Рассказчик он был великолепный: его мудрый глаз выкристаллизовывал суть события или героя повествования, обрамлял рассказ острыми, емкими, колоритными деталями. Он сам получал удовольствие от воспоминаний, и это заражало восторгом нас – слушающих. Его открытый смех, искрящиеся лукавством прищуренные глаза, жилистая ладонь с тонкими, беспокойными пальцами, перекатывающиеся желваки под сухой, натянутой кожей щек, порывистые, беспокойные жесты – и вдруг затишье, пауза, спокойствие, напряжение… Его ломкая, длинная фигура, голос, интонации – всё, всё запечатлелось в моей памяти разрозненными картинками. Он говорил о театре, о том, что его надо “строить”, о том, что время меняется и он за ним уже не успевает, о том, что он его уже не слышит. Я видела, как это его мучит и как он отчаянно ищет, пытается найти ответы на главные для него вопросы. Он говорил о Станиславском как об очень близком человеке, который словно еще несколько минут назад был здесь, в этой комнате, и только сейчас ненадолго вышел. Он говорил об актерах МХАТа с отеческой тревогой, раздражением, горечью и любовью. Он вдруг замолкал, погружался в паузу, уходил в нее всё глубже и глубже, и никто из присутствующих не смел ее потревожить, нарушить, прервать… Им невозможно было не зачароваться, не плениться его сверхмощной энергией и талантом, хотелось быть рядом и слушать, и наблюдать, и поглощать. Его фраза о том, что нужно в театре всё менять и вести жизнь этого организма необходимо по-новому, но он, Ефремов, не знает, как и куда, – упала в меня навсегда, и я часто теперь адресую его вопросы себе: а ты знаешь, как и куда сегодня должен идти театр?.. А ты слышишь время?.. А ты успеваешь понимать сегодняшний день?.. И часто на эти вопросы у меня нет ответов…

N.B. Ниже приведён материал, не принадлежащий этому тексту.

//! One molecule followed from start to end: build the chain from a compiled model, pick the
//! start, analyse (yields, visits, photon moments and distribution) and, when asked, the
//! sensitivities. The one sequence `ledger`, `study` and `uncertainty` all run.

use super::build::{self, Settings, Values};
use super::closed::{self, Stationary};
use super::sensitivity::{self, Sensitivity};
use super::{Analysis, Chain, Options};
use crate::error::{Diagnostic, Error, Result};
use crate::kinetics;
use crate::model::Model;
use crate::network::Network;

/// How to run the chain.
#[derive(Debug, Clone, PartialEq)]
pub struct ChainOptions {
    /// Light model and concentrations the chain is built at.
    pub settings: Settings,
    /// Take the concentrations from a kinetics run of this length, s, instead (when
    /// `settings.concentrations` is None).
    pub at: Option<f64>,
    /// Follow one molecule of this species (None: the initial mixture).
    pub from: Option<String>,
    /// What the analysis computes (the photon-count distribution or not).
    pub analysis: Options,
    /// Compute the sensitivities of the yields and photon costs (exact, one factorisation).
    pub sensitivities: bool,
}

impl Default for ChainOptions {
    /// Stirred-cell light at the initial concentrations, from the initial mixture, the full
    /// analysis and the sensitivities: what `ledger` does with no options.
    fn default() -> Self {
        ChainOptions {
            settings: Settings::default(),
            at: None,
            from: None,
            analysis: Options::default(),
            sensitivities: true,
        }
    }
}

/// What a chain run found.
#[derive(Debug, Clone)]
pub struct ChainRun {
    /// The chain as built.
    pub chain: Chain,
    /// The start distribution over the chain's states.
    pub start: Vec<f64>,
    /// Where the molecule starts, in words.
    pub start_note: String,
    /// Settings the chain was built with (concentrations filled in when `at` was given).
    pub settings: Settings,
    /// The light the chain assumes, in words (for every place that prints its times).
    pub light: String,
    /// The analysis.
    pub analysis: Analysis,
    /// Sensitivities of the yields (empty when not asked for).
    pub sensitivities: Vec<Sensitivity>,
}

/// A molecule that never ends: the closed chain and its stationary analysis.
#[derive(Debug, Clone)]
pub struct ClosedRun {
    /// The chain as built.
    pub chain: Chain,
    /// The start distribution over the chain's states.
    pub start: Vec<f64>,
    /// Where the molecule starts, in words.
    pub start_note: String,
    /// Settings the chain was built with.
    pub settings: Settings,
    /// The light the chain assumes, in words.
    pub light: String,
    /// The stationary analysis.
    pub stationary: Stationary,
}

/// What following one molecule found: a chain that ends, or one that never does.
#[derive(Debug, Clone)]
pub enum Followed {
    /// Every molecule ends: yields, photon costs, sensitivities.
    Ends(Box<ChainRun>),
    /// No molecule from the start can end (a closed photoswitch): the stationary analysis.
    Closed(Box<ClosedRun>),
}

/// Build and analyse the chain of `net` (compiled as `model`) as `opts` say; a network where a
/// molecule that can end may also be stuck (or stuck states exist apart from the start's) is
/// refused as [`run`] refuses it.
pub fn follow(model: &Model, net: &Network, opts: &ChainOptions) -> Result<Followed> {
    let mut settings = opts.settings.clone();
    if let (Some(t), None) = (opts.at.filter(|&t| t > 0.0), &settings.concentrations) {
        let tr = kinetics::simulate(model, &kinetics::Options::until(t), &mut |_| {})?;
        settings.concentrations = Some(tr.last()[..model.n_species()].to_vec());
    }
    let light = light_words(&settings, opts.at);
    let values = Values::of(model, net);
    let chain = build::build(model, net, &settings, &values)?;
    let stuck = chain.stuck();
    if !stuck.is_empty() {
        let (start, start_note) = build::start(model, &chain, opts.from.as_deref())?;
        if closed::closed_classes(&chain, &start).is_some() {
            let stationary = closed::analyse(&chain, &start)?;
            return Ok(Followed::Closed(Box::new(ClosedRun {
                chain,
                start,
                start_note,
                settings,
                light,
                stationary,
            })));
        }
        return Err(no_end(net, &stuck));
    }
    let (start, start_note) = build::start(model, &chain, opts.from.as_deref())?;
    let analysis = super::analyse(&chain, &start, &opts.analysis)?;
    let sensitivities = if opts.sensitivities {
        sensitivity::sensitivities(model, net, &settings, &start)?
    } else {
        Vec::new()
    };
    Ok(Followed::Ends(Box::new(ChainRun {
        chain,
        start,
        start_note,
        settings,
        light,
        analysis,
        sensitivities,
    })))
}

/// Build and analyse the chain of `net` (compiled as `model`) as `opts` say, for a network where
/// every molecule ends; one that never ends is refused (use [`follow`]).
pub fn run(model: &Model, net: &Network, opts: &ChainOptions) -> Result<ChainRun> {
    match follow(model, net, opts)? {
        Followed::Ends(r) => Ok(*r),
        Followed::Closed(c) => {
            let stuck: Vec<&str> = c
                .stationary
                .class
                .iter()
                .map(|&i| c.chain.states[i].name.as_str())
                .collect();
            Err(no_end(net, &stuck))
        }
    }
}

/// The network cannot answer "where does one molecule end?": from the `stuck` states no molecule
/// ever reaches an end (a closed photoswitch). Invalid input for the chain, named in the file.
fn no_end(net: &Network, stuck: &[&str]) -> Error {
    let mut d = Diagnostic::error(
        "",
        format!(
            "no end state: a molecule in {} never reaches a product or a species with no way out, so \
             \"where does one molecule end?\" has no answer (`ledger` answers a closed switch with its \
             photostationary state and photons per switching event)",
            stuck.join(", ")
        ),
    )
    .with_help(
        "name a product (`product = true` on a [[species]]) or give one of them a way out; \
         `simulate` follows the whole mixture, which needs no end; `ledger` answers a network where \
         no molecule ever ends (a closed photoswitch) with its photostationary state",
    );
    if let Some(f) = &net.source {
        d = d.in_file(f);
    }
    Error::invalid(d)
}

/// The end of [`settled_light_words`], by which a closed chain's text knows its light was shared
/// at the settled mixture.
pub const SAMPLE_STATE: &str = "this sample's photostationary state";

/// The light of a closed chain shared at the mixture the kinetics settle to by `t` s.
pub fn settled_light_words(t: f64) -> String {
    format!(
        "stirred cell, light shared at the mixture the kinetics settle to (every concentration within 1 % of \
         where it ends by {}): {SAMPLE_STATE}",
        crate::units::format_time(t)
    )
}

/// The light the chain assumes, in words: the stirred cell's share at which concentrations
/// (`at`: taken from the kinetics after that many s), or the optically thin limit.
pub fn light_words(settings: &Settings, at: Option<f64>) -> String {
    match (settings.light, at, &settings.concentrations) {
        (build::Light::Thin, ..) => {
            "optically thin limit over the irradiated area (no inner filter, no light shared)".into()
        }
        (build::Light::Stirred, Some(t), _) if t > 0.0 => format!(
            "stirred cell, light shared at the concentrations the kinetics reach after {}",
            crate::units::format_time(t)
        ),
        (build::Light::Stirred, _, Some(_)) => "stirred cell, light shared at the given concentrations".into(),
        (build::Light::Stirred, _, None) => "stirred cell, light shared at the initial concentrations".into(),
    }
}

Я летела из Бостона, и Рома, который еще оставался в Америке, дал мне задание отнести Олегу Николаевичу письмо. Долго спрашивал, сделаю ли, не заробею ли. Я была не очень уверена, что выполню задание: был конец августа, театр был в отпуске, и письмо надо было нести Олегу Николаевичу домой.
В Москве была жара. Я вошла в подъезд ефремовского дома, пошла по лестнице пешком, подсознательно пытаясь оттянуть волнующий момент. Уперлась в ефремовскую дверь. Решительно вдавила кнопку звонка. Дверь распахнулась. Олег Николаевич стоял передо мной в коротком халате, из-под которого струились длиннющие, тонкие, безбрючные ноги. Я сунула ему письмо и, не увидя его лица, стремглав бросилась по лестнице вниз. Только на улице, отдышавшись и сбросив с себя замешательство и остатки ефремовской энергетики, я расхохоталась от своего глупого бегства и его худющих ног. Забавно, что я чувствовала исходящую от него мужскую опасность и что она так весело растворилась от его безбрючного вида.
Олег Николаевич преподал мне несколько уроков, которым я следую всю жизнь. Вот один из них. Мы пошли на какой-то праздничный вечер в “Ленком”, сели втроем за столик, Рома ушел за вином, и мы остались вдвоем среди шумящей театральной толпы. Настроение у меня было невеселое, Олег Николаевич это заметил, спросил, в чем дело. Я отвечала, что меня ругают в рецензиях за мой спектакль. Ефремов: “Ну, ты-то сделала свою работу честно?” – “Да”. Ефремов: “Тогда зачем ты читаешь всякую дрянь? Я думал, ты умнее!” Мне стало стыдно. Я перестала читать рецензии на свои спектакли, и, даже когда неминуемо мне приходилось узнавать дурные отзывы, в меня это не попадало. Так со временем я освободилась от желания знать мнение большинства и от рефлексии по поводу любых негативных высказываний в свой адрес. Эту легкость, эту свободу мне подарил Олег Николаевич.
В 1997 году Олег Николаевич выпускает одну из своих последних режиссерских работ – чеховских “Трех сестер”. Интонация этого спектакля, его живая, пронзительная нота до сих пор слышится мне… Ефремов рассказывал здесь акварельно-грустную историю о потерянных, одиноких людях, прощающихся со своим детством, со своей юностью, со всем теплым и сердечным, чем они были защищены в родном доме, прощающихся со своими мечтами, понимающих, но не верящих в безысходность и обреченность. Висящий в воздухе сад, придуманный Левенталем, кольцом сжимает легкий белый дом сестер Прозоровых, в этом образе зыбкая, ускользающая и колеблющаяся реальность. Буквально с самого начала спектакля ком встал у меня в горле, я с ним безуспешно боролась, потом отпустила, и слезы горячими каплями до конца спектакля заливали мне лицо.